薛筠意能收容他,他已经万般感激,又哪里会挑三拣四。更何况,他饿极了的时候,比这难吃百倍的东西都吃过,只要能填饱肚子,要他吃什么都可以。
赵喜很快上完了药,帮着邬琅将衣裳穿好。
薛筠意便道:“先吃东西吧。一会儿吴院判会过来,替你包扎腿上的伤。”
她话音才落,少年已经迅速离开了床,在她脚边规矩地跪好,低垂着头,声音低哑地向她谢赏。
“贱奴多谢殿下赏赐吃食。”
邬琅熟稔地重复着他被教过无数次的事,以前薛清芷给他的每一碗粥,他都要双手捧着,恭恭敬敬地谢了恩,才能被允许吃下。

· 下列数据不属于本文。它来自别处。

def test_a_run_that_warns_does_not_pass_whatever_its_checks_say(tmp_path, capsys):
    """As in ``relaybench test``: a read past the end of the input is damaged input, not a result."""
    program = write(tmp_path, "pair.asm", "        in r0, 1\n        in r1, 1\n        halt\n")
    code, out, _err = cli(capsys, "sweep", program, "--each", "input=A|AB", "--collect", "r0,r1",
                          "--check", "r0 == 65", "--workers", "1")
    assert code == 1
    warning = "1 read past the end of the input stream (1 byte), answered with 0"
    assert _rows(out)[0] == ["input", "r0", "r1", "ok", "status", "warnings"]
    assert out.splitlines()[1].split()[:5] == ["A", "65", "0", "no", "halted"] and warning in out.splitlines()[1]
    assert out.splitlines()[2].split() == ["AB", "65", "66", "yes", "halted"]
    assert "1 passed, 0 failed (r0 == 65)" in out and f"1 run warned and did not pass (first: {warning})" in out
    assert f"fail       input=A, r0=65, r1=0 ({warning})" in out


def test_a_check_collects_the_outputs_it_names_and_status_is_one_column(capsys):
    code, out, _err = cli(capsys, "sweep", TOLLS, "--each", "load=2,3", "--each", "rate=5",
                          "--check", "toll == load * rate and status == 'halted'", "--collect", "status")
    assert code == 0, out
    assert _rows(out)[0] == ["load", "rate", "status", "toll", "ok"]
    assert [row[3] for row in _rows(out)[1:]] == ["10", "15"]      # toll:1, Python's product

薛筠意只觉头又痛了起来。只是一碗粥而已,少年的动作却让她觉得她仿佛施舍了他什么天大的恩赐一般。且他如今正是需要卧床静养的时候,这一下地,不知牵动多少伤口,那些药怕是都白上了。
薛筠意深吸一口气,弯腰把脚边的少年拉起来,用眼神命令他老实坐回床榻上。
“不许擅自下床,伤口会扯开的。你再乱动,这伤要养到什么时候才能好?”
少年漂亮的乌眸望着她,似有些懵。